They also claim the price of $20xxx. CR goes to dealers incognito and buys a car off the lot. This is what is really screwy. So they claim the Beetle that they bought for $20xxx has rear drums?


----------



## moodylucy (Aug 21, 2011)

As was said early in this thread, one buys a Beetle because of the love of the car, not for CR rating.


----------



## Aonarch (Dec 4, 2006)

*FV-QR*

Can any turbo owner confirm that their dash is soft touch? If so are the door panels soft touch?


----------



## vdub10golf (Jan 23, 2010)

Aonarch said:


> Can any turbo owner confirm that their dash is soft touch? If so are the door panels soft touch?


 Mine doesn't have soft-touch. That's what I miss most from my MK6 Golf


----------



## TragicallyHip (Jan 25, 2011)

silverspeedbuggy said:


> the Beetle could not be recommended because the car slid before ESC kicked in. Could this be due to the drum brakes they mentioned? The same drum brakes that are NOT on any Beetle other than rental units?


 Could be. I can vouch for the fact that works on my turbo... Where I turn into my work there is a strange piece of asphalt - has a hump in the middle of an off-camber corner. Well, I took that a wee bit quickly the other day, and while I didn't feel that I was going to lose control, I did think "I should probably take this a bit more slowly tomorrow". At that moment, I felt one of the rear wheels brake and was firmly planted on the ground again.


----------



## Aonarch (Dec 4, 2006)

vdub10golf said:


> Mine doesn't have soft-touch. That's what I miss most from my MK6 Golf


 I still have a MKVI Golf and yeah the interior quality isn't as good, but I like the design better. 



TragicallyHip said:


> Could be. I can vouch for the fact that works on my turbo... Where I turn into my work there is a strange piece of asphalt - has a hump in the middle of an off-camber corner. Well, I took that a wee bit quickly the other day, and while I didn't feel that I was going to lose control, I did think "I should probably take this a bit more slowly tomorrow". At that moment, I felt one of the rear wheels brake and was firmly planted on the ground again.


 So basically CR completely fails at life. 

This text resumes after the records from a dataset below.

@pytest.mark.parametrize("name", MODELS)
def test_scan_json_lists_the_documented_sites(cli, workspace, name):
    path = workspace / f"{name}.onnx"
    result = cli("scan", path, "--json")
    assert result.exit_code == 0, result.output
    doc = json.loads(result.stdout)
    model = onnx.load(str(path))

    # source: swapper/scan/sites.py module docstring, JSON schema "swapper.scan/1"
    assert set(doc) == {"schema", "model", "opset", "total_cost", "sites"}
    assert doc["schema"] == "swapper.scan/1"
    assert doc["model"] == str(path)
    # source: demo_models/manifest.json opset per model
    assert doc["opset"] == MANIFEST["models"][f"{name}.onnx"]["opset"]
    assert isinstance(doc["total_cost"], float)
    sites = doc["sites"]
    assert [(s["function"], s["role"], s["channels"]) for s in sites] == EXPECTED_SITES[name]
    assert [s["id"] for s in sites] == [f"s{i}" for i in range(1, len(sites) + 1)]

    # the counts agree with the build script's own pattern count in manifest.json
    counted: dict = {}
    for pattern, n in MANIFEST["models"][f"{name}.onnx"]["activations"].items():
        if pattern == "batchnorm":
            continue  # a BatchNormalization node is not an activation
        key = PATTERN_TO_SITE[pattern][:2]
        counted[key] = counted.get(key, 0) + n
    found: dict = {}
    for s in sites:
        found[(s["function"], s["role"])] = found.get((s["function"], s["role"]), 0) + 1
    assert found == counted

    decomposed = {PATTERN_TO_SITE[p][0]: PATTERN_TO_SITE[p][2] for p in MANIFEST["models"][f"{name}.onnx"]["activations"]
                  if p in PATTERN_TO_SITE}
    node_names = {n.name for n in model.graph.node}
    producers = {o: n.op_type for n in model.graph.node for o in n.output}
    readers: dict = {}
    for n in model.graph.node:
        for i in n.input:
            readers.setdefault(i, []).append(n.op_type)
    graph_outputs = {o.name for o in model.graph.output}
    fields = {"id": str, "function": str, "params": dict, "input": str, "output": str, "nodes": list, "form": str,
              "shape": (list, type(None)), "channel_axis": (int, type(None)), "channels": (int, type(None)),
              "producer": (str, type(None)), "consumers": list, "role": str, "elements": (int, type(None)),
              "cost": float, "cost_share": float, "supported": bool, "reason": (str, type(None)), "domain": str,
                  "body": list}
    for s in sites:
        assert set(s) == set(fields), sorted(set(s) ^ set(fields))
        for key, typ in fields.items():
            assert isinstance(s[key], typ), (key, s[key])
        assert s["role"] in ("hidden", "gate", "output")
        assert s["supported"] is True and s["reason"] is None and s["domain"] == ""
        assert s["params"] == {}  # none of these functions has parameters of its own
        # decomposed forms name their pattern; single ops say "op" (README "Models" table)
        assert (s["form"] != "op") == decomposed[s["function"]], s["form"]
        assert set(s["nodes"]) <= node_names
        assert len(s["nodes"]) == 1 if s["form"] == "op" else len(s["nodes"]) >= 2
        # shape: README says input `pixels` is [batch,1,8,8] with `batch` a dynamic axis
        assert s["shape"][0] == "batch" and all(isinstance(d, int) for d in s["shape"][1:])
        assert s["channel_axis"] == 1  # rank 2 and rank 4 both use axis 1 (sites.py docstring)
        assert s["channels"] == s["shape"][1] == _out_channels(model, s["input"])
        assert s["elements"] == int(np.prod(s["shape"][1:]))
        assert s["producer"] == producers[s["input"]]
        expected_consumers = sorted(readers.get(s["output"], [])) + (["<output>"] if s["output"] in graph_outputs else [])
        assert sorted(s["consumers"]) == sorted(expected_consumers)
        assert s["cost"] > 0 and 0.0 <= s["cost_share"] <= 1.0
    assert doc["total_cost"] == pytest.approx(sum(s["cost"] for s in sites))
    assert sum(s["cost_share"] for s in sites) == pytest.approx(1.0)
    for s in sites:
        assert s["cost_share"] == pytest.approx(s["cost"] / doc["total_cost"])
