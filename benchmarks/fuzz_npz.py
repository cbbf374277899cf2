"""Writers for the data mutators: .npy bytes (with hand-written headers), zip archives with fixed times, the
zip bomb, zip header patching, and placing arrays as an archive, a single .npy or a folder of .npy files."""
from __future__ import annotations

import io
import struct
import zipfile
from dataclasses import dataclass, field
from pathlib import Path

import numpy as np
from numpy.lib import format as npy_format

FIXED_TIME = (1980, 1, 1, 0, 0, 0)  # reproducible archive bytes
BOMB_SAMPLES = 4 * 2**20  # x [N,1,8,8] float32 = 1 GiB when inflated


@dataclass
class DataCtx:
    work: Path
    np_rng: np.random.Generator
    bomb: Path | None = None  # a prebuilt ~1 GiB-inflating archive (built once per run)
    side_files: list[str] = field(default_factory=list)


def npy_bytes(arr: np.ndarray) -> bytes:
    buf = io.BytesIO()
    npy_format.write_array(buf, np.asanyarray(arr), allow_pickle=True)
    return buf.getvalue()


def npy_raw(header: str, payload: bytes, version: tuple[int, int] = (1, 0)) -> bytes:
    """An .npy file with a hand-written header dict (which may lie about shape or dtype)."""
    head = header.encode("latin1")
    fmt = "<H" if version == (1, 0) else "<I"
    prefix = 10 if version == (1, 0) else 12
    pad = (-(prefix + len(head) + 1)) % 64
    head = head + b" " * pad + b"\n"
    return b"\x93NUMPY" + bytes(version) + struct.pack(fmt, len(head)) + head + payload


def zip_members(path: Path, members: list[tuple[str, bytes]], method: int = zipfile.ZIP_STORED) -> Path:
    with zipfile.ZipFile(path, "w") as zf:
        for name, data in members:
            info = zipfile.ZipInfo(name, date_time=FIXED_TIME)
            info.compress_type = method
            zf.writestr(info, data)
    return path


def write_npz(arrays: dict, path: Path, method: int = zipfile.ZIP_STORED) -> Path:
    return zip_members(path, [(f"{k}.npy", npy_bytes(v)) for k, v in arrays.items()], method)


def patch_headers(data: bytearray, *, flags_or: int = 0, method: int | None = None, pick=None) -> bytearray:
    """Set flag bits / compression method in local and central headers (all members, or those ``pick`` says)."""
    for sig, flag_at, method_at in ((b"PK\x03\x04", 6, 8), (b"PK\x01\x02", 8, 10)):
        start, k = 0, 0
        while (i := data.find(sig, start)) >= 0:
            if pick is None or pick(k):
                flags = struct.unpack_from("<H", data, i + flag_at)[0] | flags_or
                struct.pack_into("<H", data, i + flag_at, flags)
                if method is not None:
                    struct.pack_into("<H", data, i + method_at, method)
            start, k = i + 4, k + 1
    return data


def build_bomb(path: Path) -> Path:
    """An archive whose single x member inflates to ~1 GiB of zeros (a valid header first)."""
    header = npy_raw(f"{{'descr': '<f4', 'fortran_order': False, 'shape': ({BOMB_SAMPLES}, 1, 8, 8), }}", b"")
    with zipfile.ZipFile(path, "w", zipfile.ZIP_DEFLATED, compresslevel=9) as zf:
        info = zipfile.ZipInfo("pixels.npy", date_time=FIXED_TIME)
        info.compress_type = zipfile.ZIP_DEFLATED
        with zf.open(info, "w", force_zip64=True) as fh:
            fh.write(header)
            zero = bytes(16 << 20)
            for _ in range(BOMB_SAMPLES * 256 // len(zero)):
                fh.write(zero)
    return path


def place(arrays, raw: dict[str, bytes], where: str, ctx) -> Path:
    """Put raw .npy bytes (replacing arrays of the same name) in an archive, a single .npy, or a folder."""
    members = {f"{k}.npy": npy_bytes(v) for k, v in arrays.items()}
    members.update({f"{k}.npy": v for k, v in raw.items()})
    if where == "npy" and len(raw) == 1:
        path = ctx.work / f"{next(iter(raw))}.npy"
        path.write_bytes(next(iter(raw.values())))
        return path
    if where == "folder":
        folder = ctx.work / "data"
        folder.mkdir()
        for name, data in members.items():
            (folder / name).write_bytes(data)
        return folder
    method = zipfile.ZIP_DEFLATED if where == "npz_deflate" else zipfile.ZIP_STORED
    return zip_members(ctx.work / "data.npz", list(members.items()), method)
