@dataclass
class RidgeChoice:
    factor: float  # chosen λ / mean(diag XᵀX)
    lam: float  # λ used for the final solve on all folds
    cv_mse: float  # held-out MSE of the chosen factor
    current_mse: float  # MSE of the current weights on the same rows
    accepted: bool
    theta: np.ndarray  # the refitted [W; bias] when accepted, else the current one
    rows: int


def choose_ridge(gram: FoldedGram, prior: np.ndarray, current: np.ndarray,
                 factors=DEFAULT_FACTORS) -> RidgeChoice:
    """Pick λ by K-fold CV (smallest held-out error) and solve on all folds; keep it only if it beats ``current``."""
    total = gram.total()
    outputs = current.shape[1]
    count = max(total.n * outputs, 1)
    current_mse = _sse(total, current) / count
    active = [k for k, p in enumerate(gram.parts) if p.n > 0]
    if len(active) < 2:
        return RidgeChoice(float("nan"), float("nan"), float("nan"), current_mse, False, current, total.n)
    trains = {k: gram.total(skip=k) for k in active}
    paths = {k: RidgePath(trains[k]) for k in active}
    best_f, best_err = None, math.inf
    for f in factors:  # grid order breaks ties toward the first (smallest) factor
        err = 0.0
        for k in active:
            theta = paths[k].solve(f * _scale(trains[k]), prior)
            err += _sse(gram.parts[k], theta)
        if err < best_err:
            best_f, best_err = f, err
    lam = best_f * _scale(total)
    cv_mse = best_err / count
    if not cv_mse < current_mse:
        return RidgeChoice(best_f, lam, cv_mse, current_mse, False, current, total.n)
    return RidgeChoice(best_f, lam, cv_mse, current_mse, True, ridge_toward_prior(total, lam, prior), total.n)


# ------------------------------------------------------------ the consumers
@dataclass
class Consumer:
    """A linear layer reading a site output, by node names (valid in every copy of the graph)."""

    site_id: str
    kind: str  # "conv" | "gemm" | "matmul"
    node: str  # the layer holding the weight
    bias_node: str  # the node holding the bias (the Add of a MatMul), == node otherwise
    bias_slot: int  # input slot of the bias in bias_node (may not exist yet: Conv/Gemm without bias)
    data: str  # the site output it reads
    output: str  # the tensor the regression targets (the Add output for MatMul)


def _float_const(index: GraphIndex, name: str) -> np.ndarray | None:
    value = index.const(name) if name else None
    return value if value is not None and value.dtype.kind == "f" else None


def _along_last(value: np.ndarray, width: int) -> bool:
    """A bias that broadcasts along the last axis only: shape (), (1,), (W,), (1, W), ..."""
    return value.size in (1, width) and (value.ndim == 0 or value.shape[-1] == value.size)


def find_consumers(index: GraphIndex, site: Site, blocked: set[str]) -> tuple[list[Consumer], list[str]]:
    """The refittable linear consumers of ``site.output`` in graph order, and notes on the others."""
    found, notes = [], []
    users = sorted({n.name: n for n in index.users(site.output)}.values(),
                   key=lambda n: index.node_position[n.name])
    for node in users:
        label = f"no refit of {node.op_type} {node.name!r}"
        if node.name in blocked:
            notes.append(f"{label}: it is part of a swapped site")
            continue
        if node.domain not in _DEFAULT or node.op_type not in ("Conv", "Gemm", "MatMul"):
            notes.append(f"{label}: not a linear layer")
            continue
        if [t for t in node.input].count(site.output) != 1 or node.input[0] != site.output:
            notes.append(f"{label}: does not read the site as its data input only")
            continue
        w = _float_const(index, node.input[1])
        bias_name = node.input[2] if len(node.input) > 2 else ""
        bias = _float_const(index, bias_name) if bias_name else None
        if w is None or (bias_name and bias is None):
            notes.append(f"{label}: weights are not constant")
            continue
        if node.op_type == "Conv":
            if int(attr(node, "group", 1)) != 1:
                notes.append(f"{label}: grouped Conv (group={attr(node, 'group', 1)})")
                continue
            found.append(Consumer(site.id, "conv", node.name, node.name, 2, site.output, node.output[0]))
        elif node.op_type == "Gemm":
            width = w.shape[0] if attr(node, "transB", 0) else w.shape[1]
            if int(attr(node, "transA", 0)) or float(attr(node, "alpha", 1.0)) == 0.0 \
                    or float(attr(node, "beta", 1.0)) == 0.0:
                notes.append(f"{label}: transA=1, alpha=0 or beta=0")
                continue
            if bias is not None and not _along_last(bias, width):
                notes.append(f"{label}: C is not a per-output-channel bias")
                continue
            found.append(Consumer(site.id, "gemm", node.name, node.name, 2, site.output, node.output[0]))
        else:
            add = _bias_add(index, node, blocked)
            if w.ndim != 2 or add is None:
                notes.append(f"{label}: needs a 2-D constant weight and a constant bias Add")
                continue
            slot = 1 if add.input[0] == node.output[0] else 0
            if not _along_last(_float_const(index, add.input[slot]), w.shape[1]):
                notes.append(f"{label}: its bias does not run along the output channels")
                continue
            found.append(Consumer(site.id, "matmul", node.name, add.name, slot, site.output, add.output[0]))
    return found, notes


def _bias_add(index: GraphIndex, mm: onnx.NodeProto, blocked: set[str]) -> onnx.NodeProto | None:
    out = mm.output[0]
    users = index.users(out)
    if index.is_graph_output(out) or len(users) != 1 or users[0].op_type != "Add" or users[0].name in blocked:
        return None
    add = users[0]
    if list(add.input).count(out) != 1:
        return None
    other = add.input[1] if add.input[0] == out else add.input[0]
    return add if _float_const(index, other) is not None else None


def _bias_name(index: GraphIndex, c: Consumer) -> str:
    node = index.nodes_by_name[c.bias_node]
    return node.input[c.bias_slot] if c.bias_slot < len(node.input) else ""


def theta_of(index: GraphIndex, c: Consumer) -> np.ndarray:
    """[W_eff; bias_eff] (inputs + 1, outputs) of the consumer so that output = [x, 1]·θ."""
    node = index.nodes_by_name[c.node]
    w = index.const(node.input[1]).astype(np.float64)
    name = _bias_name(index, c)
    bias = index.const(name).astype(np.float64).ravel() if name else np.zeros(1)
    if c.kind == "conv":
        w_eff = w.reshape(w.shape[0], -1).T
    elif c.kind == "gemm":
        w_eff = float(attr(node, "alpha", 1.0)) * (w.T if attr(node, "transB", 0) else w)
        bias = float(attr(node, "beta", 1.0)) * bias
    else:
        w_eff = w
    return np.vstack([w_eff, np.broadcast_to(bias, (w_eff.shape[1],))[None, :]])
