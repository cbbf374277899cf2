"""Judge one run of the swapper CLI against the README's promises.

Classes (one per run, the first that applies in PRECEDENCE):
  OK            exit 0/1/2 (3 with a gate), no traceback; exit 2/3 print one stderr line; exit 1 only for a
                gate rejection
  TRACEBACK     "Traceback" or an exception summary line in the output
  HANG          still running at the timeout (killed)
  CRASH         killed by a signal (segfault, abort, ...)
  WRONG_EXIT    exit code outside {0,1,2,3} (4 = internal error); exit 1 that is not a gate rejection; exit 3
                without a gate; exit 0/1 where the only safe answer is exit 2 (writing would destroy an input)
  MULTILINE     exit 2, 3 or 4 with more than one stderr line
  INPUT_CHANGED a file that existed before the run changed or vanished (sha256)
Softer promises (the one line names a file, no exception names in it, no temporary files left, a written
model passes onnx.checker) become notes. A failure's signature is command | class | exception: first line.
"""
from __future__ import annotations

import hashlib
import os
import re
import signal
import stat
from dataclasses import dataclass
from pathlib import Path

import onnx

CLASSES = ("OK", "TRACEBACK", "HANG", "CRASH", "WRONG_EXIT", "MULTILINE", "INPUT_CHANGED")
# precedence when a run breaks several promises: the class reported is the first that applies
PRECEDENCE = ("HANG", "CRASH", "INPUT_CHANGED", "TRACEBACK", "WRONG_EXIT", "MULTILINE")
EXC_SUMMARY = re.compile(r"^(?:[A-Za-z_]\w*\.)*([A-Z]\w*(?:Error|Exception))(?::\s|$)", re.M)
EXC_NAME = re.compile(r"\b[A-Z]\w*(?:Error|Exception)\b")
# written into TMPDIR by this machine's Python start-up (a session id), not by swapper
TMP_IGNORED = {".ses"}
FRAME = re.compile(r'File "([^"]+)", line (\d+), in (\S+)')


@dataclass
class Case:
    id: str
    kind: str  # model | data | option
    mutation: str
    command: str  # the label used in tables
    argv: list[str]
    timeout: float
    gate: bool = False  # exit 1 (gate rejection) is a correct answer
    data_loss: bool = False  # only exit 2 is correct
    output: str | None = None
    may_change: tuple[str, ...] = ()
    base: str = ""
    output_existed: bool = False  # set just before the run


def snapshot(work: Path) -> dict[str, str]:
    """sha256 of every regular file under ``work`` (symlinks recorded by target, special files by kind)."""
    found = {}
    for folder, dirs, files in os.walk(work):
        for name in dirs + files:
            path = Path(folder) / name
            rel = str(path.relative_to(work))
            if rel.split(os.sep)[0] == "tmp":
                continue
            st = os.lstat(path)
            if stat.S_ISLNK(st.st_mode):
                found[rel] = "link:" + os.readlink(path)
            elif stat.S_ISREG(st.st_mode):
                with open(path, "rb") as fh:
                    found[rel] = hashlib.sha256(fh.read()).hexdigest()
            elif not stat.S_ISDIR(st.st_mode):
                found[rel] = f"special:{stat.S_IFMT(st.st_mode)}"
    return found


def _exists(path: Path) -> bool:
    """Path.exists that answers False for names the system refuses (too long, NUL) instead of raising."""
    try:
        return path.exists()
    except (OSError, ValueError):
        return False


def _traceback_parts(text: str) -> tuple[str, str, str]:
    """(exception type, its first message line, innermost swapper frame) of the last traceback in ``text``."""
    start = text.rfind("Traceback (most recent call last)")
    tail = text[start:] if start >= 0 else text
    frames = FRAME.findall(tail)
    ours = [f for f in frames if "/swapper/" in f[0]]
    where = ""
    if ours:
        path, line, fn = ours[-1]
        where = f"{path[path.rfind('/swapper/') + 1:]}:{fn}:{line}"
    exc_type, message = "", ""
    for line in tail.splitlines():
        m = re.match(r"^((?:[A-Za-z_]\w*\.)*[A-Za-z_]\w*)(?::\s?(.*))?$", line)
        if m and not line.startswith((" ", "Traceback", "During handling")) and line.strip():
            exc_type, message = m.group(1).split(".")[-1], (m.group(2) or "").strip()
    return exc_type, message, where


def _norm(text: str, work: Path) -> str:
    text = text.replace(str(work), "<case>").replace(str(work.parent), "<root>")
    text = re.sub(r"'[^']{40,}'", "'<long>'", text)
    text = re.sub(r"0x[0-9a-f]+", "<hex>", text)
    text = re.sub(r"\.[A-Za-z0-9_]{8}\.tmp", ".<random>.tmp", text)  # mkstemp names
    text = re.sub(r"\d+", "N", text)
    return text[:160]


def classify(case: Case, run: dict, before: dict, after: dict, work: Path) -> dict:
    """Apply the promises; return flags, the primary class, notes and a failure signature."""
    rc, stdout, stderr = run["rc"], run["stdout"], run["stderr"]
    both = stdout + "\n" + stderr
    err_lines = [line for line in stderr.splitlines() if line.strip()]
    flags, notes = set(), []
    if run["timed_out"]:
        flags.add("HANG")
    elif rc < 0:
        flags.add("CRASH")
    if "Traceback (most recent call last)" in both or EXC_SUMMARY.search(stderr):
        flags.add("TRACEBACK")
    if not run["timed_out"] and rc >= 0:
        if rc not in (0, 1, 2, 3):  # 4 is the internal-error code: a bug, never a right answer
            flags.add("WRONG_EXIT")
        if rc == 3 and not case.gate:  # "cannot judge" needs a gate to judge for
            flags.add("WRONG_EXIT")
        if rc == 1 and not (case.gate and "REJECTED" in stdout) and "TRACEBACK" not in flags:
            flags.add("WRONG_EXIT")
        if case.data_loss and rc in (0, 1):
            flags.add("WRONG_EXIT")
        if rc in (2, 3, 4) and len(err_lines) > 1 and "TRACEBACK" not in flags:
            flags.add("MULTILINE")
    changed = sorted(k for k, v in before.items() if k not in case.may_change and after.get(k) != v)
    if changed:
        flags.add("INPUT_CHANGED")
        notes.append("changed: " + ", ".join(changed[:5]))
    # softer promises, reported as notes
    if rc == 2 and len(err_lines) == 1 and "TRACEBACK" not in flags:
        line = err_lines[0]
        if EXC_NAME.search(line):
            notes.append("exception name in the one-line message")
        inputs = [a for a in case.argv[1:] if not a.startswith("-")]
        if inputs and not any(a and (a in line or Path(a).name in line) for a in inputs):
            notes.append("one-line message names no file")
    if case.output and "HANG" not in flags:
        out = work / case.output
        if rc == 2 and _exists(out) and not case.output_existed:
            notes.append("output written although exit 2")
        if rc == 0 and case.command.startswith("swap") and not case.data_loss and "nothing to swap" not in stdout:
            if not _exists(out):
                notes.append("exit 0 but no output written")
            elif out.is_file():
                try:
                    onnx.checker.check_model(onnx.load_model_from_string(out.read_bytes()), full_check=True)
                except Exception as exc:  # noqa: BLE001 - any failure is the finding
                    notes.append(f"written model fails onnx.checker: {type(exc).__name__}")
    leftovers = [k for k in after if k not in before and k.endswith(".tmp")]
    tmp = work / "tmp"
    tmp_left = [p.name for p in tmp.iterdir() if p.name not in TMP_IGNORED] if tmp.is_dir() else []
    if leftovers or tmp_left:
        notes.append("temporary files left: " + ", ".join((leftovers + tmp_left)[:3]))
    if any("Warning:" in line for line in err_lines):
        notes.append("warning on stderr")
    cls = next((c for c in PRECEDENCE if c in flags), "OK")
    exc_type, message, where = _traceback_parts(both) if "TRACEBACK" in flags else ("", "", "")
    if cls == "OK":
        signature = ""
    elif cls == "TRACEBACK":
        signature = f"{exc_type}: {_norm(message, work)}"
    elif cls == "HANG":
        signature = f"timeout {case.timeout:.0f}s ({case.mutation.split('+')[0]})"
    elif cls == "CRASH":
        signature = f"signal {signal.Signals(-rc).name}: {_norm(err_lines[-1] if err_lines else '', work)}"
    elif cls == "INPUT_CHANGED":
        signature = f"exit {rc}; {notes[0]}"
    elif cls == "WRONG_EXIT":
        signature = f"exit {rc}: {_norm(err_lines[0] if err_lines else stdout.strip()[-120:], work)}"
    else:
        signature = f"{len(err_lines)} lines: {_norm(err_lines[0], work)}"
    return {"class": cls, "flags": sorted(flags), "notes": notes, "exc_type": exc_type, "exc_line": message[:300],
            "where": where, "signature": f"{case.command} | {cls} | {signature}" if signature else ""}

My system works fine. I live at the "Tail of the Dragon" and I haven't had any problematic interference or lack of.


----------



## Aonarch (Dec 4, 2006)

Here is proof that base consumer Beetles have rear drums. 

:laugh:


----------



## shgolden (Oct 29, 2003)

silverspeedbuggy said:


> Stating the car had drum brakes when the actual model does not does call their credibility into question.
> 
> shgolden mentions the Beetle could not be recommended because the car slid before ESC kicked in. Could this be due to the drum brakes they mentioned? The same drum brakes that are NOT on any Beetle other than rental units?


 I also doubt that CR's Beetle had rear drum brakes. In their full test report of the car in the current issue (July 2012), they rated the brakes as being very good "with short stops and linear pedal feel." Their tested model had 17" tires and body-colored dash, so it wasn't the "entry" model. 

The Beetle was not recommended by CR because of its low overall score in CR's tests, not just because its emergency handling wasn't so good. There wasn't a safety issue with the Beetle's handling in CR's tests, it just wasn't as good as its handling limits compared to its competition. Other lows mentioned by CR included wind noise, long clutch pedal travel, and not very good rear visibility.


----------



## Aonarch (Dec 4, 2006)

shgolden said:


> I also doubt that CR's Beetle had rear drum brakes. In their full test report of the car in the current issue (July 2012), they rated the brakes as being very good "with short stops and linear pedal feel." Their tested model had 17" tires and body-colored dash, so it wasn't the "entry" model.
> 
> The Beetle was not recommended by CR because of its low overall score in CR's tests, not just because its emergency handling wasn't so good. There wasn't a safety issue with the Beetle's handling in CR's tests, it just wasn't as good as its handling limits compared to its competition. Other lows mentioned by CR included *wind noise, long clutch pedal travel, and not very good rear visibility.*


 1. Probably just a door out of alignment. 
2. It isn't a S2000, fine by me. 
3. Lol remove the rear headrests if you don't have passengers...


----------



## shgolden (Oct 29, 2003)

One last thing about CR's review of the Beetle, and then I'll shut up. CR's overall score of the Beetle was a 60 (out of 100), which puts it in CR's "good" category. They don't recommend it because its score is much lower than its competition. CR grouped the Beetle in its "sporty cars" category which includes the Mini Cooper, Hyundai Veloster, Scion tC, and Fiat 500. The highest rated car in this group is the Mini Cooper (base), with an overall score of 81. The Veloster was rated along with the Beetle in CR's current issue, and it received a 71. The Veloster scored high enough to be recommended, but CR needs to get reliability data from their annual survey of subscribers before they can recommend it. 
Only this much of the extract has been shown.